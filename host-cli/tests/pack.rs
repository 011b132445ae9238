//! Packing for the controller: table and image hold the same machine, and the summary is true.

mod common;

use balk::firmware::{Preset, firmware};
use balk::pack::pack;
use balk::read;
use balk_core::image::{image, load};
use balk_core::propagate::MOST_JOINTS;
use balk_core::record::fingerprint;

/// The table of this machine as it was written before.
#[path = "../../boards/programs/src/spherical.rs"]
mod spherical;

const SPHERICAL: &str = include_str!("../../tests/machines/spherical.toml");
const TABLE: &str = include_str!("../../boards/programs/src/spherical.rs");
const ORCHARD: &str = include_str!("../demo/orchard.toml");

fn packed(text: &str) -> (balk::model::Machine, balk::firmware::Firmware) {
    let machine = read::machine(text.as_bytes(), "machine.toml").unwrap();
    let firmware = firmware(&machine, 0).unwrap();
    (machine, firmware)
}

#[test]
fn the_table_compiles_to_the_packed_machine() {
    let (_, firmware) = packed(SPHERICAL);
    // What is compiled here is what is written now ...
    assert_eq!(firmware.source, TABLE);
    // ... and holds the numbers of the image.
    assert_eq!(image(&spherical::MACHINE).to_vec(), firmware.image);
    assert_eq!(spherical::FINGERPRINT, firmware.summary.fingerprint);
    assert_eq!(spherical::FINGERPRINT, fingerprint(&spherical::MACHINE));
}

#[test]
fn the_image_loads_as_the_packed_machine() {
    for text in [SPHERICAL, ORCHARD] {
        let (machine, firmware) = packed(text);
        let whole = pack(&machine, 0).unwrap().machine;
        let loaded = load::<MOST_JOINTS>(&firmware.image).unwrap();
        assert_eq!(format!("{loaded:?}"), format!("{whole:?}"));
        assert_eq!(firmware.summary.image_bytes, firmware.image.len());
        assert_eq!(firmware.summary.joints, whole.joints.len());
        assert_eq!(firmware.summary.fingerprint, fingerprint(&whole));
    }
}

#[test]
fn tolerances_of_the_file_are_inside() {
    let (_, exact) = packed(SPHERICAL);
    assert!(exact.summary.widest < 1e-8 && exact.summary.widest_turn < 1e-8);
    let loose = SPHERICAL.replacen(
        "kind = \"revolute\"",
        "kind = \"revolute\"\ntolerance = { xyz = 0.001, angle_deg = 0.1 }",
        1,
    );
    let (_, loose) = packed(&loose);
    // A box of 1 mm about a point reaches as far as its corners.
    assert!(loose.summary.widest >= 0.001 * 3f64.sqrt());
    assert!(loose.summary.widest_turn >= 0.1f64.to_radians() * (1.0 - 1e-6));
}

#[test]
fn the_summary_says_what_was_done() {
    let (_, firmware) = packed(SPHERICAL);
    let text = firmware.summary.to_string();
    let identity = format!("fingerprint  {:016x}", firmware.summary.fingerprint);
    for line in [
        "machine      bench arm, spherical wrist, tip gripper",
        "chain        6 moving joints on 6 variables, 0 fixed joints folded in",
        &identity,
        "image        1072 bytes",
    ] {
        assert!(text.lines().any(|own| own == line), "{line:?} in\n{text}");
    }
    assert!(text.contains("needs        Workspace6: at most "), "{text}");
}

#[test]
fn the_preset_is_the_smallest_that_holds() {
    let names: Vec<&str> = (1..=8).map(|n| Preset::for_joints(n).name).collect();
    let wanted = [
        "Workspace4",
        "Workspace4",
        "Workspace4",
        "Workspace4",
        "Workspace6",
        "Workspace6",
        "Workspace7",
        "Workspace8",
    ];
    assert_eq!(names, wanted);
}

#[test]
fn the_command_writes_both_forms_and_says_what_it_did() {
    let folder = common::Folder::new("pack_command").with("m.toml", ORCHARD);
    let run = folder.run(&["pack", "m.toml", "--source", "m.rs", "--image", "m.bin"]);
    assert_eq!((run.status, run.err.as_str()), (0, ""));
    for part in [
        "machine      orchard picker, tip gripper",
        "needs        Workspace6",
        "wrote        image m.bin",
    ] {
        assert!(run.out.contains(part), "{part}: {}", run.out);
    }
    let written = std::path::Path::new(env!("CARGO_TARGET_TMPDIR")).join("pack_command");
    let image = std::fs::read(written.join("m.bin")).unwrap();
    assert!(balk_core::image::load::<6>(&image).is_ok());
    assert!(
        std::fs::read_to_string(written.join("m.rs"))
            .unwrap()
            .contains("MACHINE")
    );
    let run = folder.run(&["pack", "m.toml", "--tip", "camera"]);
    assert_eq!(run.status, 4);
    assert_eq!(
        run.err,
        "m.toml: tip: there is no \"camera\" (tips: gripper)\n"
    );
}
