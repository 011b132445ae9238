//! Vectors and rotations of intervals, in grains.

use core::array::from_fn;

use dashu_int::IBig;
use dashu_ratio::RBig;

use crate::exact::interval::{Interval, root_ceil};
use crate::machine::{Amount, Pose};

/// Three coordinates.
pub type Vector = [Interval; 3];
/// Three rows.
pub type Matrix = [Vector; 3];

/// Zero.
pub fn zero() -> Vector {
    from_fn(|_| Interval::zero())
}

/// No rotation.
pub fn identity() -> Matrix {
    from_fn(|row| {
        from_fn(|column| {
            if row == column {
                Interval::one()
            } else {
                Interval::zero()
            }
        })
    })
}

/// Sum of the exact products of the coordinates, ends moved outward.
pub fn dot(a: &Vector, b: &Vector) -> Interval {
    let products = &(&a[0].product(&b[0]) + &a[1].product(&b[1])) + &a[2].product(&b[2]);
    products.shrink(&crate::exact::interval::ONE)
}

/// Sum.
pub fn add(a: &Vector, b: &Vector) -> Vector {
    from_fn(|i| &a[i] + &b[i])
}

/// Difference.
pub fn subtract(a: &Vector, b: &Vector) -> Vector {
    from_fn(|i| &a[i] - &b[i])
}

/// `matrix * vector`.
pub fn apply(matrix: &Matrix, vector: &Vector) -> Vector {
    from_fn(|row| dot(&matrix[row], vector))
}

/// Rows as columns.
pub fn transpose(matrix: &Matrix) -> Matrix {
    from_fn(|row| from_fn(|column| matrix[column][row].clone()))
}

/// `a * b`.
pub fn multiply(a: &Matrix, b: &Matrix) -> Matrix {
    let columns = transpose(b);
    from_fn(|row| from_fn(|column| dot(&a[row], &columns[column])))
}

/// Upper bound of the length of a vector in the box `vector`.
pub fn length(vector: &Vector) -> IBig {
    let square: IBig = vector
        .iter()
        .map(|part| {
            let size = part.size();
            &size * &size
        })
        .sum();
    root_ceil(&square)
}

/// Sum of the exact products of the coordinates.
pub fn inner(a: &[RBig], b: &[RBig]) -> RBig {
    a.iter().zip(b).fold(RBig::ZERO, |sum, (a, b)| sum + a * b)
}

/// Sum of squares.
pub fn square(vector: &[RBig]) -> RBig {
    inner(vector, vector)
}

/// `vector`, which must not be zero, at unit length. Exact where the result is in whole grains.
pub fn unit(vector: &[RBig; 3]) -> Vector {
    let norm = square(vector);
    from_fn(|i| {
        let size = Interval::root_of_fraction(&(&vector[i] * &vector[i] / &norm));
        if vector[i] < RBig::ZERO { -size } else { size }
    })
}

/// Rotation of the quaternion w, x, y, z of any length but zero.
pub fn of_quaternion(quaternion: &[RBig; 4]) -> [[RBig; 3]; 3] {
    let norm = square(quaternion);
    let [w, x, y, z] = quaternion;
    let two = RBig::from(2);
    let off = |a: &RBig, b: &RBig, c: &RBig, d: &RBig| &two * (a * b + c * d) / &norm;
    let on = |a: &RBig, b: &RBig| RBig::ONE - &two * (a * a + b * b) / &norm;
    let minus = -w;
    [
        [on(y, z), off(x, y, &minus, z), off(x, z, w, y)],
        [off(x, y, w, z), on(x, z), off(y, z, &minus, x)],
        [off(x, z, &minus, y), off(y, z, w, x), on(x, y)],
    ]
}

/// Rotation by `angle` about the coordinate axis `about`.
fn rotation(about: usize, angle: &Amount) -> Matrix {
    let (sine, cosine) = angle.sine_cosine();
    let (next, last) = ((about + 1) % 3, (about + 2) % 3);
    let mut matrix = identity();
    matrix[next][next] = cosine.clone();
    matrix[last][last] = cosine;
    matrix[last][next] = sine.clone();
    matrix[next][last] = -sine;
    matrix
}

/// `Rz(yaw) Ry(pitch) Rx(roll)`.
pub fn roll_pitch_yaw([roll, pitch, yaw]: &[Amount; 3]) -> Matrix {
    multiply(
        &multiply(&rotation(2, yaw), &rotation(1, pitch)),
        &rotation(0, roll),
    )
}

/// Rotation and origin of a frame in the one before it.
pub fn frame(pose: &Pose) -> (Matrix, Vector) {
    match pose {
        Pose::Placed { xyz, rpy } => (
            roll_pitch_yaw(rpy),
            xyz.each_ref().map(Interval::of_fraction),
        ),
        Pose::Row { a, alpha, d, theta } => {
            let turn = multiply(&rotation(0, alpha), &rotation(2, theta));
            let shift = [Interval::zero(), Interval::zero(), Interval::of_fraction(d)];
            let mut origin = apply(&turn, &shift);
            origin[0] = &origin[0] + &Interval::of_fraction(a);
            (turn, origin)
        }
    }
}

* * *

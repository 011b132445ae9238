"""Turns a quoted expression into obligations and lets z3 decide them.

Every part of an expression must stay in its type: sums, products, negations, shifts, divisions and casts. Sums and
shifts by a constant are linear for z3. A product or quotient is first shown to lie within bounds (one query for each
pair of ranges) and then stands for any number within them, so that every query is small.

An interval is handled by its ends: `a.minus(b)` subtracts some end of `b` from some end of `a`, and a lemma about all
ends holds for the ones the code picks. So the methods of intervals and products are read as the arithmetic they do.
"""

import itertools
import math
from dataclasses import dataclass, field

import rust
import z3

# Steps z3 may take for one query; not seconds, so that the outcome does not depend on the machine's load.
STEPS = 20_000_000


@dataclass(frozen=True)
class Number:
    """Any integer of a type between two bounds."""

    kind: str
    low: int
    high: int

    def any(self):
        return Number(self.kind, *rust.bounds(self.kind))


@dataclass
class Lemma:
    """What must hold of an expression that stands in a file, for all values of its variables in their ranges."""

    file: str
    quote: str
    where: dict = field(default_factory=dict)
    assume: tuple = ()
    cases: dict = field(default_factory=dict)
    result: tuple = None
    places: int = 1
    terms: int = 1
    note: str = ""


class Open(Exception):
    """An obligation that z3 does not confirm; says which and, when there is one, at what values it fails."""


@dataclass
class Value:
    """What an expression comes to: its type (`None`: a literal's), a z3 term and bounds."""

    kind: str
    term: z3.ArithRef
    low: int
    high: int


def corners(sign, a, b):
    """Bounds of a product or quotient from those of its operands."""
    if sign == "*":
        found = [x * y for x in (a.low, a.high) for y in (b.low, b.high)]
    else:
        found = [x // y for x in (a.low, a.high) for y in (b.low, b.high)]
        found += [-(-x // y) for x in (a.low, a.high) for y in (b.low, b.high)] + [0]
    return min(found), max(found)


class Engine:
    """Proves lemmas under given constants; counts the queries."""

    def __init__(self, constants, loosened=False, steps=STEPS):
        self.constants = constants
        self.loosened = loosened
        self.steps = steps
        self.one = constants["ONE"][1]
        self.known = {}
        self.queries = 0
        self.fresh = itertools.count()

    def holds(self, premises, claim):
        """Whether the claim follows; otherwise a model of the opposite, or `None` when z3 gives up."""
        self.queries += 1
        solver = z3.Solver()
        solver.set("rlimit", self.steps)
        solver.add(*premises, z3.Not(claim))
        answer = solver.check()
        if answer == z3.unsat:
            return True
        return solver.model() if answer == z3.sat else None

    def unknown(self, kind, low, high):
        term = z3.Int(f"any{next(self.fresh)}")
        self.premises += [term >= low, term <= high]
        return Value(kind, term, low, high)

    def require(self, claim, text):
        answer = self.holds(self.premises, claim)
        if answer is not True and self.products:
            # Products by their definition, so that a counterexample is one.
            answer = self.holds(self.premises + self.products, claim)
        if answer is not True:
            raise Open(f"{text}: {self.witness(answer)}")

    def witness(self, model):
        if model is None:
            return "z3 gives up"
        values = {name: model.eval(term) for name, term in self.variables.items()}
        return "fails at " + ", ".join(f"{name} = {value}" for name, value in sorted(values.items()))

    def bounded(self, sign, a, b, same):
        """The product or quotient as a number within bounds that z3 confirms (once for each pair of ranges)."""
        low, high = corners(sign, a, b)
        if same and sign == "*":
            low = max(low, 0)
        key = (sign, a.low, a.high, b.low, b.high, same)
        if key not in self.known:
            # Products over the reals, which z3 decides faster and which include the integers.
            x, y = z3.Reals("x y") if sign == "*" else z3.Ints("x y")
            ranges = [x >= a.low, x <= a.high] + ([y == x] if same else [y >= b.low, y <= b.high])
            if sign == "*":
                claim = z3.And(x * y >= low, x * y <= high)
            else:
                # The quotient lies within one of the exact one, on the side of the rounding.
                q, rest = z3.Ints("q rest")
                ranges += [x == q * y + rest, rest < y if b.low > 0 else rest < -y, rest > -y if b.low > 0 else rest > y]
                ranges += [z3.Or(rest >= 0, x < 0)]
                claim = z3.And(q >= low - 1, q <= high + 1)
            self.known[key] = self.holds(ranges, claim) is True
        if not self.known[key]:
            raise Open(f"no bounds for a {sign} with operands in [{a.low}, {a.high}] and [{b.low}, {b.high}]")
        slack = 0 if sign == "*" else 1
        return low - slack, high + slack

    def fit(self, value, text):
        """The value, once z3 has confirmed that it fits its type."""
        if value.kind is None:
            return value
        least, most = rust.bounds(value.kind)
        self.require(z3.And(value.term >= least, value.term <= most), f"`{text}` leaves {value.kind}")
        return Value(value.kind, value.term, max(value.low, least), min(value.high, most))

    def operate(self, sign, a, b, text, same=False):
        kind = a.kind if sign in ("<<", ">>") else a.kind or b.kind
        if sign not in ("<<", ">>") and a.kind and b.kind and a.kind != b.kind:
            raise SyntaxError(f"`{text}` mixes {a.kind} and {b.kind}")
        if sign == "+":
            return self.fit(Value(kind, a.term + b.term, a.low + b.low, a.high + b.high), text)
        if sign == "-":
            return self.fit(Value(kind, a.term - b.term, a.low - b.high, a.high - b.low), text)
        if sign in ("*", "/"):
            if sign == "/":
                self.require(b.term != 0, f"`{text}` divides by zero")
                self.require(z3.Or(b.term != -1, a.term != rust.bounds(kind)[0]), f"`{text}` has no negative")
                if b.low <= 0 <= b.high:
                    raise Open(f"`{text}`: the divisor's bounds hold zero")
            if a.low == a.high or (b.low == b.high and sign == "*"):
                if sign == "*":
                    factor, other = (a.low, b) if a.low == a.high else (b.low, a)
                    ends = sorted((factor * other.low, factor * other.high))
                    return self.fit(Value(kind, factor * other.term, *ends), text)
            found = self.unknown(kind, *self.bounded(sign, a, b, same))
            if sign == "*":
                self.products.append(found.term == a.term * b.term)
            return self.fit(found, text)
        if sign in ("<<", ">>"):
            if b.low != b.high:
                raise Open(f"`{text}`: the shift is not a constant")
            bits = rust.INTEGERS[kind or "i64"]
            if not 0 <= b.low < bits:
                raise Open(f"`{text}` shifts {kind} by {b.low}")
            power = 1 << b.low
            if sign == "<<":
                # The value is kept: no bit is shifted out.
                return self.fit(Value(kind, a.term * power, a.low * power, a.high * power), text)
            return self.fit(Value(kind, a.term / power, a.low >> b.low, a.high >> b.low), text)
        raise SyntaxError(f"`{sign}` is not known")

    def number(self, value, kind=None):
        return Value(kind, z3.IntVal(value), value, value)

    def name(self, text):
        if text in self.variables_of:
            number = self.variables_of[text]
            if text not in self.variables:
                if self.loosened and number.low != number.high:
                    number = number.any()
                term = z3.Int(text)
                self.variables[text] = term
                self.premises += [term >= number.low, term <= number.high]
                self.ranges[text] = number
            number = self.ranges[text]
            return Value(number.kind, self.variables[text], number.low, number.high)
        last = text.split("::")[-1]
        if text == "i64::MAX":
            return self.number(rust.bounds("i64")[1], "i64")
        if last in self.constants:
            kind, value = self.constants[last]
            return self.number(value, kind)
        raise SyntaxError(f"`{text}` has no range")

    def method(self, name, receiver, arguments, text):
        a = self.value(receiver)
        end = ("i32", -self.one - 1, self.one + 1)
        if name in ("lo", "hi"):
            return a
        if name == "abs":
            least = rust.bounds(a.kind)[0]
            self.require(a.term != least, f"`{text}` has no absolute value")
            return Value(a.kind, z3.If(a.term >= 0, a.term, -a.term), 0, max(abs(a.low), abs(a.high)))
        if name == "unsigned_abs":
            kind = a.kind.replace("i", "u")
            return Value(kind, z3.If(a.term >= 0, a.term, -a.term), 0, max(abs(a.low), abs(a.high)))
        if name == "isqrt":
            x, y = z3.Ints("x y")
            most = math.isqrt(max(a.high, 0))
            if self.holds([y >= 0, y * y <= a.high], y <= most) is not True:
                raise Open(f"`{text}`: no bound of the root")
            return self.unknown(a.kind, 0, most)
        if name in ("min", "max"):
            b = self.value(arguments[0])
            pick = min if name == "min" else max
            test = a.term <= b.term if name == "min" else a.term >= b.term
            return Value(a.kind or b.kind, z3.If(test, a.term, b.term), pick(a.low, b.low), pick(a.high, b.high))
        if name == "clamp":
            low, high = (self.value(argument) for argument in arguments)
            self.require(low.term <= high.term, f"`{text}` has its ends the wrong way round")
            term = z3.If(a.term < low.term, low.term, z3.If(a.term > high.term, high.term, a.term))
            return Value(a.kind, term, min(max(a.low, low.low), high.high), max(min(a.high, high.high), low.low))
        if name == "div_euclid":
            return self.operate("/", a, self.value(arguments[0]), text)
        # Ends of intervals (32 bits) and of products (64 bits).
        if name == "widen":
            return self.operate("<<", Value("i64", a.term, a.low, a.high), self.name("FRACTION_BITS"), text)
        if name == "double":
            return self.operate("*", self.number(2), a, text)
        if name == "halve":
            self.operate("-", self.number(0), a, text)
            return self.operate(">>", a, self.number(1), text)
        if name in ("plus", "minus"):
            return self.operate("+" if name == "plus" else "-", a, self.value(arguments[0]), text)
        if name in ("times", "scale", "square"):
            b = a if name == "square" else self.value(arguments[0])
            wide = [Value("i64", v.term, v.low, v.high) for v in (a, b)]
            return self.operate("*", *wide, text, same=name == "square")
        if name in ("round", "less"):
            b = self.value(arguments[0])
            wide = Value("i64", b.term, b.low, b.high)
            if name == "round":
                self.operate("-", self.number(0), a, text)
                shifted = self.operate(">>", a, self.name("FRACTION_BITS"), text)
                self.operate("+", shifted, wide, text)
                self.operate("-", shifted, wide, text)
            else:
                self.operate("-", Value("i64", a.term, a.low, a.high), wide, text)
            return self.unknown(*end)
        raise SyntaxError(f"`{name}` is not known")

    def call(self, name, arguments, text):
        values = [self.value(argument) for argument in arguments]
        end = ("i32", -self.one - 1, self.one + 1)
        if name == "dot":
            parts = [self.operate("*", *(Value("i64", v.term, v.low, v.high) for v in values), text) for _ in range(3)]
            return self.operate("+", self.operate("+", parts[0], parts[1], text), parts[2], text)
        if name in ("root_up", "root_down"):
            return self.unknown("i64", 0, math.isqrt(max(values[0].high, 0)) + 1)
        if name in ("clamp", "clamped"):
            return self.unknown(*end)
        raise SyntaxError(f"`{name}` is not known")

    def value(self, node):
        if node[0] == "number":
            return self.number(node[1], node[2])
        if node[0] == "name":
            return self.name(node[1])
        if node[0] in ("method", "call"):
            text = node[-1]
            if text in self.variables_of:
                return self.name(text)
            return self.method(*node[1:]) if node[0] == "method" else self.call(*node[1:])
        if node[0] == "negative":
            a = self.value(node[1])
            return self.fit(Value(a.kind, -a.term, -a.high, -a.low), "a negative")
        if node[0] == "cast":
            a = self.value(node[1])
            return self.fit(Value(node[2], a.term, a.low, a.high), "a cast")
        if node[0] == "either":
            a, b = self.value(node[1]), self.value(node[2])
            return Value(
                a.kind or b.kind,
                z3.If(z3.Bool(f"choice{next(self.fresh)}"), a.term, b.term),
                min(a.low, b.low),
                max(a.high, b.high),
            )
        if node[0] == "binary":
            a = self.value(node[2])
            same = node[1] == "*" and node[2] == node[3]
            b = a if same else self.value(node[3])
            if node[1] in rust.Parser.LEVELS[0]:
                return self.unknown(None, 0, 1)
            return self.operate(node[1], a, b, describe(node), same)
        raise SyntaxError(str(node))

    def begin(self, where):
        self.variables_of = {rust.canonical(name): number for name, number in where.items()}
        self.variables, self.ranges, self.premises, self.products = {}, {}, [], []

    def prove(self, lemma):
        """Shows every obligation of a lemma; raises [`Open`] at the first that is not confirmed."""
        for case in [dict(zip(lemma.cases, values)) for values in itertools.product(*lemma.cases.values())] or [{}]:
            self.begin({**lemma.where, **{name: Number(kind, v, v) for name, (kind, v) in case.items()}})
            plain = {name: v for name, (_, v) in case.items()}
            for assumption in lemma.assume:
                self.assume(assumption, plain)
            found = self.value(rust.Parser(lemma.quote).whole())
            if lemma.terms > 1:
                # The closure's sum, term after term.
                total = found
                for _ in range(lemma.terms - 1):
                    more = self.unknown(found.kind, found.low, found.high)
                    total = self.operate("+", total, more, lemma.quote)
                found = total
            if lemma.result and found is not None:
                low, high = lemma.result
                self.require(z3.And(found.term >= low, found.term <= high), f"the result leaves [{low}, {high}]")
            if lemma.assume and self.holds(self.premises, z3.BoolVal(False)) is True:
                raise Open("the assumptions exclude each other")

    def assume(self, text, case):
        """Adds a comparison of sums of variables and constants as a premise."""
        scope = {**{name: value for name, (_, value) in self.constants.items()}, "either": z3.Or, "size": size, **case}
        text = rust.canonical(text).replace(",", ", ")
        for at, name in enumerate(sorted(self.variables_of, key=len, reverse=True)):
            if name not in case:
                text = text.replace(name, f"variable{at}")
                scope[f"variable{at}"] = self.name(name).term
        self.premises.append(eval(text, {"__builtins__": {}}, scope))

Requirement :: Wherever the string "eval" is found in the listing above, copy the line that contains it.

Task output ::
        values = {name: model.eval(term) for name, term in self.variables.items()}
        self.premises.append(eval(text, {"__builtins__": {}}, scope))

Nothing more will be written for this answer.